I’ve also worked full-time at my professional career for 15 years. So I have to do all 3…right?

But I don’t do all 3. I so don’t. I can’t cook, and my house is a wreck. (I’ve shared photo evidence with you in the past, so you know I speak truth.) If my daughter sees me whine and stress and put myself down for not doing all of these things, she identifies them as the standard to which we should strive, right?  Evidently, because look how mom’s striving! But did I mention I also clocked over 100 volunteer hours last year? Will she think she has to do all 4?!

Do we keep layering on the expectations? How do I tell her it’s OK to not do all 4? How do I convince her that even just ONE of these things is a success to be celebrated? That if she can just perfect some messy biscuits, her GREAT-GREAT-GRANDCHILDREN will hear of it. And probably blog about it. Or maybe they’ll just blog and not clean their own house. Or just volunteer a lot and order take-out every night. Why in the world do we feel like we have to “and” ourselves into misery?!

Be good at your thing. Whatever it is.
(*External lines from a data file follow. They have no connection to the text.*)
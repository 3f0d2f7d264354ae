package web

import (
	"errors"
	"io"
)

// PaintMap writes the map as a PNG.
func PaintMap(w io.Writer, p MapPicture) error { return errors.New("not built yet") }

// PaintSmallMap writes the small map as a PNG.
func PaintSmallMap(w io.Writer, m SmallPicture) error { return errors.New("not built yet") }
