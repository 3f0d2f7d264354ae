package main

import (
	"os/exec"
	"strings"
	"testing"
)

// mayImport is DESIGN's direction of imports: folder → what it may import of
// this module. cmd may import everything.
var mayImport = map[string][]string{
	"analytics":  {"analytics"},
	"migrations": {},
	"db":         {"db", "analytics", "migrations"},
	"web":        {"web", "analytics", "db"},
	"jobs":       {"jobs", "db", "analytics"},
	"api":        {"api", "web", "db", "analytics"},
}

// onlyUnder confines a dependency to folders.
var onlyUnder = map[string][]string{
	"github.com/jackc/pgx":        {"db"},
	"github.com/pressly/goose":    {"db"},
	"github.com/labstack/echo":    {"api", "cmd"},
	"github.com/robfig/cron":      {"jobs", "cmd"},
	"github.com/go-echarts":       {"web"},
	"github.com/prometheus":       {"api", "jobs", "cmd"},
	"github.com/chromedp":         {"cmd", "web"},
	"net/http":                    {"api", "web", "cmd"},
	"database/sql":                {"db"},
	"os":                          {"db", "web", "jobs", "cmd", "migrations"},
	"log/slog":                    {"db", "web", "jobs", "api", "cmd"},
	"github.com/spf13/pflag":      {"cmd"},
	"github.com/schollz/progress": {"cmd"},
}

// analyticsNever are packages of the world outside: analytics is pure.
var analyticsNever = []string{"os", "net", "net/http", "database/sql", "io/fs", "log", "log/slog", "os/exec"}

func TestImportsRunOneWay(t *testing.T) {
	t.Parallel()
	out, err := exec.Command("go", "list", "-f", `{{.ImportPath}} {{join .Imports " "}}`, "epitally/...").Output()
	if err != nil {
		t.Fatalf("go list: %v", err)
	}
	lines := strings.Split(strings.TrimSpace(string(out)), "\n")
	if len(lines) < 10 {
		t.Fatalf("go list named %d packages; this test would prove nothing", len(lines))
	}
	for _, line := range lines {
		fields := strings.Fields(line)
		from := folder(fields[0])
		for _, to := range fields[1:] {
			checkImport(t, fields[0], from, to)
		}
	}
}

func checkImport(t *testing.T, pkg, from, to string) {
	t.Helper()
	if rest, inside := strings.CutPrefix(to, "epitally/"); inside && from != "cmd" {
		if !contains(mayImport[from], strings.SplitN(rest, "/", 2)[0]) {
			t.Errorf("%s imports %s: %s may import only %v", pkg, to, from, mayImport[from])
		}
	}
	for confined, where := range onlyUnder {
		if (to == confined || strings.HasPrefix(to, confined+"/")) && !contains(where, from) {
			t.Errorf("%s imports %s, which belongs under %v", pkg, to, where)
		}
	}
	if from == "analytics" && contains(analyticsNever, to) {
		t.Errorf("%s imports %s: analytics is pure", pkg, to)
	}
}

func folder(importPath string) string {
	parts := strings.Split(importPath, "/")
	return parts[min(1, len(parts)-1)]
}

func contains(list []string, s string) bool {
	for _, l := range list {
		if l == s {
			return true
		}
	}
	return false
}
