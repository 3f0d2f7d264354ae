package main

import (
	"math"
	"os"
	"path/filepath"
	"testing"
	"time"

	"epitally/analytics/simfab"
	"epitally/analytics/wafermap"
	"epitally/jobs/reader"
)

// everything is what the readers found in a fab's folder.
type everything struct {
	measurements map[string]*reader.Measurement // by wafer and kind
	sheet        map[string]reader.RunSheetRow  // by wafer
	documents    map[string]int                 // by kind
	catalogue    reader.Catalogue
	profiles     []reader.Profile
}

func readFab(t *testing.T, dir string) everything {
	t.Helper()
	all := everything{measurements: map[string]*reader.Measurement{}, sheet: map[string]reader.RunSheetRow{}, documents: map[string]int{}}
	sink := reader.Sink{
		Measurement: func(m *reader.Measurement) error { all.measurements[m.Wafer+" "+m.Kind] = m; return nil },
		RunSheet: func(rows []reader.RunSheetRow) error {
			for _, r := range rows {
				all.sheet[r.Wafer] = r
			}
			return nil
		},
		Document: func(kind, name, text string) (err error) {
			all.documents[kind]++
			switch kind {
			case "catalogue":
				all.catalogue, err = reader.ParseCatalogue([]byte(text))
			case "profile":
				var p reader.Profile
				p, err = reader.ParseProfile([]byte(text))
				all.profiles = append(all.profiles, p)
			}
			return err
		},
	}
	for _, sub := range []string{"documents", "runs", "pl", "probe"} {
		files, err := os.ReadDir(filepath.Join(dir, sub))
		if err != nil {
			t.Fatal(err)
		}
		for _, file := range files {
			name := filepath.Join(sub, file.Name())
			f, err := os.Open(filepath.Join(dir, name))
			if err != nil {
				t.Fatal(err)
			}
			got, err := reader.Read(t.Context(), reader.Input{Name: name, R: f, Profiles: all.profiles, Zone: simfab.DefaultEnd().Location()}, sink)
			f.Close()
			if err != nil {
				t.Fatalf("%s: %v", name, err)
			}
			if len(got.Notices) > 0 {
				t.Errorf("%s: notices %q", name, got.Notices)
			}
		}
	}
	return all
}

func TestFabFilesReadBackAsTheyWereGrown(t *testing.T) {
	t.Parallel()
	const wafers = 24
	all := readFab(t, growFab(t, wafers))
	f := simfab.New(simfab.Config{Seed: 1, Wafers: wafers})
	if len(all.measurements) != 2*wafers || len(all.sheet) != wafers {
		t.Errorf("%d measurements and %d rows on run sheets, want %d and %d", len(all.measurements), len(all.sheet), 2*wafers, wafers)
	}
	if all.documents["catalogue"] != 1 || all.documents["profile"] != 1 || all.documents["specification"] != len(fabSpecifications()) {
		t.Errorf("documents by kind: %v", all.documents)
	}
	if len(all.catalogue.Products) != len(f.Products) || len(all.catalogue.Recipes) != len(f.Recipes) {
		t.Fatalf("the catalogue lists %d products and %d recipes", len(all.catalogue.Products), len(all.catalogue.Recipes))
	}
	for i, p := range f.Products {
		if got := all.catalogue.Products[i]; got.Name != p.Name || got.Layout != p.Layout {
			t.Errorf("catalogue gives %+v, want %+v", got, p.Layout)
		}
	}
	for i := range f.Wafers {
		pl, probe := f.Measure(i)
		compareReading(t, all.measurements[pl.Wafer.Name+" pl"], pl)
		compareReading(t, all.measurements[pl.Wafer.Name+" probe"], probe)
		row, w := all.sheet[pl.Wafer.Name], pl.Wafer
		if row.Lot != w.Lot || row.Reactor != w.Run.Reactor || row.Run != w.Run.Number || row.Carrier != w.Run.Carrier ||
			row.Ring != w.Ring || row.Pocket != w.Pocket || row.Recipe != w.Recipe.Name || row.Product != w.Product.Name ||
			row.GrownAt == nil || !row.GrownAt.Equal(w.Run.GrownAt) {
			t.Errorf("run sheet of %s: %+v", w.Name, row)
		}
	}
}

func compareReading(t *testing.T, got *reader.Measurement, want *simfab.Reading) {
	t.Helper()
	name := want.Wafer.Name + " " + want.Kind
	if got == nil {
		t.Errorf("%s was not read", name)
		return
	}
	// The other station's clock shows minutes only; so do all times here.
	if got.Lot != want.Wafer.Lot || got.Station != want.Station || !got.MeasuredAt.Equal(want.MeasuredAt.Truncate(time.Minute)) {
		t.Errorf("%s: lot %q, station %q, measured at %v", name, got.Lot, got.Station, got.MeasuredAt)
	}
	if want.DriveCurrentMA > 0 && (got.DriveCurrentMA == nil || *got.DriveCurrentMA != want.DriveCurrentMA) {
		t.Errorf("%s: drive current %v, want %g mA", name, got.DriveCurrentMA, want.DriveCurrentMA)
	}
	if got.Grid.Len() != len(want.X) || len(got.Planes) != len(want.Columns) {
		t.Errorf("%s: %d dies, %d planes, want %d and %d", name, got.Grid.Len(), len(got.Planes), len(want.X), len(want.Columns))
		return
	}
	planes := map[string]*wafermap.Plane{}
	for i := range got.Planes {
		planes[got.Planes[i].Quantity] = &got.Planes[i]
	}
	for _, c := range want.Columns {
		p := planes[c.Quantity]
		if p == nil {
			t.Errorf("%s: %s was not read", name, c.Quantity)
			continue
		}
		for k, v := range c.K {
			value := math.NaN()
			if v != simfab.NoValue {
				value = wafermap.Scaled(int64(v), -c.Decimals)
			}
			if g := p.Value(k); g != value && !(math.IsNaN(g) && math.IsNaN(value)) || got.Grid.X[k] != want.X[k] || got.Grid.Y[k] != want.Y[k] {
				t.Errorf("%s: %s at (%d, %d) reads %v, want %v at (%d, %d)", name, c.Quantity, got.Grid.X[k], got.Grid.Y[k], g, value, want.X[k], want.Y[k])
				break
			}
		}
	}
}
Just Be that.

Ironically, within a few seconds of the presenter ending his speech, the webinar was closed.  That box – that precious spring of strength, renewal and the ethereal connections made possible only online – was just gone.  So where’s your box today?  Am I the chat window, showing you that you aren’t alone? If so, I will proudly and desperately scramble to reassure you as fast as my fingers can type that you are doing just fine. Moms of kids, dads of pets, all the single ladies, all the grannies with handfuls of lard and flour – I get you.  I know that you are trying yourself into exhaustion. I know because I’m exhausted, too. But we have got to pick a layer. Just one. So before this window closes, what’s your layer going to be for now? Write it in a comment below so that I can encourage you.

{Hint: If you need inspiration, I assert you can never go wrong with messy biscuits.}

Side note: The webinar mentioned above was hosted by Bright Horizons, a company that offers backup child and elder care as a benefit through my employer.  I’ve used them and regularly encourage everyone at the office to establish an emergency child care plan of some sort.  They regularly host nationwide conference calls on various topics, primarily centered around work and family.


  1. I don’t make messy bisquits, but I put zuchinni in everything. And I don’t feel guilty! Loved your column. Like I’ve said before, I rocked my kids until their feet almost hit the floor, but I don’t remember if that floor was clean beneath their feet. Probably not. But who cares?
    Aunt Susie

  2. I loved this and will bookmark it so that I can continue to love it. I was in the BH webinar today and I’m so glad you shared this link. You are doing amazing work in the midst of a messy house, stained jeans and parsley in your teeth (don’t look now, the guy 3 seats over is watching). Keep on keeping on, sister.